**EXERCISE DETAILS**
Starting at the line with "b, err := os.ReadFile(filepath.Join(site, file))", repeat every line exactly until the records end, including the last one.
# # # # #
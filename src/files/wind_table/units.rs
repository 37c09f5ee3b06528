//! Which unit a speed column is in: from a name, else from the grid its values lie on, else from their size.

use super::import::SpeedUnit;

/// A unit written in a column name or a header.
pub(super) fn named(text: &str) -> Option<SpeedUnit> {
    let lower = text.to_lowercase();
    let squeezed: String = lower.chars().filter(|c| !c.is_whitespace()).collect();
    let words: Vec<&str> = lower.split(|c: char| !c.is_alphanumeric()).filter(|w| !w.is_empty()).collect();
    let has = |names: &[&str]| words.iter().any(|w| names.contains(w));
    if ["km/h", "kmh-1", "kmh⁻¹"].iter().any(|n| squeezed.contains(n)) || has(&["kmh", "kph", "kmph"]) {
        Some(SpeedUnit::KilometrePerHour)
    } else if ["m/s", "ms-1", "ms^-1", "ms⁻¹", "m.s-1", "metrespersecond", "meterspersecond"]
        .iter()
        .any(|n| squeezed.contains(n))
        || has(&["mps"])
    {
        Some(SpeedUnit::MetrePerSecond)
    } else if has(&["mph"]) || squeezed.contains("mi/h") || squeezed.contains("milesperhour") {
        Some(SpeedUnit::MilePerHour)
    } else if has(&["kt", "kts", "kn", "knot", "knots", "sknt"]) {
        Some(SpeedUnit::Knot)
    } else {
        None
    }
}

/// The unit the values themselves suggest, and why.
pub(super) fn from_values(speeds: &[f64]) -> (SpeedUnit, String) {
    let mut sorted: Vec<f64> = speeds.iter().copied().filter(|v| v.is_finite() && *v > 0.0).collect();
    sorted.sort_by(f64::total_cmp);
    if let Some((native, unit, quantum)) = converted_grid(&sorted) {
        let reason = format!(
            "speed unit {}: the values are whole multiples of {quantum}, which is one {} in {}",
            unit.label(),
            native.label(),
            unit.label()
        );
        return (unit, reason);
    }
    let median = sorted.get(sorted.len() / 2).copied().unwrap_or(0.0);
    let whole = sorted.iter().all(|v| v.fract() == 0.0);
    let unit = match (whole, median) {
        (_, m) if m >= 14.0 => SpeedUnit::KilometrePerHour,
        (true, m) if m >= 5.0 => SpeedUnit::Knot,
        (false, m) if m >= 9.0 => SpeedUnit::Knot,
        _ => SpeedUnit::MetrePerSecond,
    };
    let kind = if whole { "whole numbers" } else { "fractions" };
    let reason = format!(
        "speed unit {}: no name says it; the values are {kind} with a median of {median:.1} where wind blows",
        unit.label()
    );
    (unit, reason)
}

/// Whole steps of one unit written in another leave a grid that plain tenths do not:
/// (unit of the instrument, unit of the column, step).
fn converted_grid(sorted: &[f64]) -> Option<(SpeedUnit, SpeedUnit, f64)> {
    const UNITS: [SpeedUnit; 4] =
        [SpeedUnit::MetrePerSecond, SpeedUnit::KilometrePerHour, SpeedUnit::MilePerHour, SpeedUnit::Knot];
    let mut distinct = sorted.to_vec();
    distinct.dedup();
    let tenths = distinct.iter().all(|v| (10.0 * v - (10.0 * v).round()).abs() < 1e-9);
    if distinct.len() < 8 || tenths {
        return None;
    }
    let mut best: Option<(f64, SpeedUnit, SpeedUnit, f64)> = None;
    for native in UNITS {
        for unit in UNITS.into_iter().filter(|u| *u != native) {
            let step = native.metres_per_second() / unit.metres_per_second();
            let off = |v: &f64| (v - step * (v / step).round()).abs();
            // A printed value may be off by half its last digit, and the factor itself is often cut
            // at five or six figures.
            let mut misfits: Vec<f64> = distinct.iter().map(|v| (off(v) - 2e-5 * v).max(0.0)).collect();
            misfits.sort_by(f64::total_cmp);
            // A few bad records must not hide the grid.
            let misfit = misfits[(misfits.len() - 1) * 98 / 100];
            if misfit < 0.006 && misfit < 0.05 * step && best.is_none_or(|(m, ..)| misfit < m) {
                best = Some((misfit, native, unit, step));
            }
        }
    }
    best.map(|(_, native, unit, step)| (native, unit, (step * 1e5).round() / 1e5))
}

#[cfg(test)]
mod tests {
    use super::*;

    #[test]
    fn units_are_read_from_names() {
        for (name, unit) in [
            ("Wspd (m/s)", SpeedUnit::MetrePerSecond),
            ("wind speed [m s-1]", SpeedUnit::MetrePerSecond),
            ("ws_kmh", SpeedUnit::KilometrePerHour),
            ("Speed km/h", SpeedUnit::KilometrePerHour),
            ("wind_mph", SpeedUnit::MilePerHour),
            ("sknt", SpeedUnit::Knot),
            ("speed (kt)", SpeedUnit::Knot),
        ] {
            assert_eq!(named(name), Some(unit), "{name}");
        }
        assert_eq!(named("wind_speed"), None);
    }

    #[test]
    fn knots_written_in_miles_per_hour_give_themselves_away() {
        let mut speeds: Vec<f64> = (3..30).map(|k| f64::from(k) * 1.15078).collect();
        speeds.push(50.3);
        let (unit, reason) = from_values(&speeds);
        assert_eq!(unit, SpeedUnit::MilePerHour);
        assert!(reason.contains("1.15078"), "{reason}");
    }

    #[test]
    fn knots_written_in_metres_per_second_to_two_places_give_themselves_away() {
        let speeds: Vec<f64> = (1..30).map(|k| (f64::from(k) * 51.4444).round() / 100.0).collect();
        let (unit, reason) = from_values(&speeds);
        assert_eq!(unit, SpeedUnit::MetrePerSecond);
        assert!(reason.contains("one knot"), "{reason}");
    }

    #[test]
    fn plain_tenths_of_moderate_size_are_taken_for_metres_per_second() {
        let speeds: Vec<f64> = (1..90).map(|k| f64::from(k) / 10.0).collect();
        assert_eq!(from_values(&speeds).0, SpeedUnit::MetrePerSecond);
    }
}
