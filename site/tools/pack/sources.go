package main

import (
	"fmt"
	"os"
	"os/exec"
	"path/filepath"
	"strings"

	"github.com/evanw/esbuild/pkg/api"
)

// source is the page's text parts, ready to be shipped.
type source struct {
	scripts     []part // in the order they must run
	worker      string // the engine's worker
	style       string
	plotsStyles []string // style elements the plots write at run time
}

type part struct{ name, text string }

// sources bundles the scripts and the style sheet.
func sources(site string) (s source, err error) {
	support, err := goSupport()
	if err != nil {
		return s, err
	}
	helper, err := rendererHelper()
	if err != nil {
		return s, err
	}
	boot, err := bundle(filepath.Join(site, "boot", "index.js"))
	if err != nil {
		return s, err
	}
	plots, err := bundle(filepath.Join(site, "plots", "index.js"))
	if err != nil {
		return s, err
	}
	s.scripts = []part{{"go", support}, {"helper", helper}, {"boot", boot}, {"plots", plots}}
	worker, err := os.ReadFile(filepath.Join(site, "worker.js"))
	if err != nil {
		return s, err
	}
	if s.worker, err = minify(string(worker), api.LoaderJS); err != nil {
		return s, err
	}
	s.worker = support + s.worker
	if s.style, err = style(site); err != nil {
		return s, err
	}
	s.plotsStyles, err = plotsStyles(site)
	return s, err
}

// goSupport is the script every Go program needs in a browser, of this very Go.
func goSupport() (string, error) {
	root, err := exec.Command("go", "env", "GOROOT").Output()
	if err != nil {
		return "", fmt.Errorf("pack: go env GOROOT: %w", err)
	}
	text, err := os.ReadFile(filepath.Join(strings.TrimSpace(string(root)), "lib", "wasm", "wasm_exec.js"))
	if err != nil {
		return "", err
	}
	return minify(string(text), api.LoaderJS)
}

// style joins the style sheet for what stands around the program with the page's own.
func style(site string) (string, error) {
	text := ""
	for _, file := range []string{filepath.Join("boot", "boot.css"), "style.css"} {
		b, err := os.ReadFile(filepath.Join(site, file))
		if err != nil {
			return "", err
		}
		text += string(b) + "\n"
	}
	return minify(text, api.LoaderCSS)
}

// bundle makes one script of an entry and all it imports.
func bundle(entry string) (string, error) {
	r := api.Build(api.BuildOptions{
		EntryPoints: []string{entry}, Bundle: true, Format: api.FormatIIFE, Target: api.ES2022,
		MinifyWhitespace: true, MinifyIdentifiers: true, MinifySyntax: true,
		LegalComments: api.LegalCommentsNone, Charset: api.CharsetUTF8, LogLevel: api.LogLevelSilent,
	})
	if len(r.Errors) > 0 {
		return "", failure(entry, r.Errors)
	}
	return string(r.OutputFiles[0].Contents), nil
}

func minify(text string, loader api.Loader) (string, error) {
	r := api.Transform(text, api.TransformOptions{
		Loader: loader, Target: api.ES2022, Charset: api.CharsetUTF8, LegalComments: api.LegalCommentsNone,
		MinifyWhitespace: true, MinifyIdentifiers: true, MinifySyntax: true, LogLevel: api.LogLevelSilent,
	})
	if len(r.Errors) > 0 {
		return "", failure("text", r.Errors)
	}
	return string(r.Code), nil
}

func failure(entry string, list []api.Message) error {
	lines := api.FormatMessages(list, api.FormatMessagesOptions{Kind: api.ErrorMessage})
	return fmt.Errorf("pack: %s cannot be bundled:\n%s", entry, strings.Join(lines, ""))
}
# # # # #
**TASK OUTPUT**
		b, err := os.ReadFile(filepath.Join(site, file))
		if err != nil {
			return "", err
		}
		text += string(b) + "\n"
	}
	return minify(text, api.LoaderCSS)
}

// bundle makes one script of an entry and all it imports.
func bundle(entry string) (string, error) {
	r := api.Build(api.BuildOptions{
		EntryPoints: []string{entry}, Bundle: true, Format: api.FormatIIFE, Target: api.ES2022,
		MinifyWhitespace: true, MinifyIdentifiers: true, MinifySyntax: true,
		LegalComments: api.LegalCommentsNone, Charset: api.CharsetUTF8, LogLevel: api.LogLevelSilent,
	})
	if len(r.Errors) > 0 {
		return "", failure(entry, r.Errors)
	}
	return string(r.OutputFiles[0].Contents), nil
}

func minify(text string, loader api.Loader) (string, error) {
	r := api.Transform(text, api.TransformOptions{
		Loader: loader, Target: api.ES2022, Charset: api.CharsetUTF8, LegalComments: api.LegalCommentsNone,
		MinifyWhitespace: true, MinifyIdentifiers: true, MinifySyntax: true, LogLevel: api.LogLevelSilent,
	})
	if len(r.Errors) > 0 {
		return "", failure("text", r.Errors)
	}
	return string(r.Code), nil
}

func failure(entry string, list []api.Message) error {
	lines := api.FormatMessages(list, api.FormatMessagesOptions{Kind: api.ErrorMessage})
	return fmt.Errorf("pack: %s cannot be bundled:\n%s", entry, strings.Join(lines, ""))
}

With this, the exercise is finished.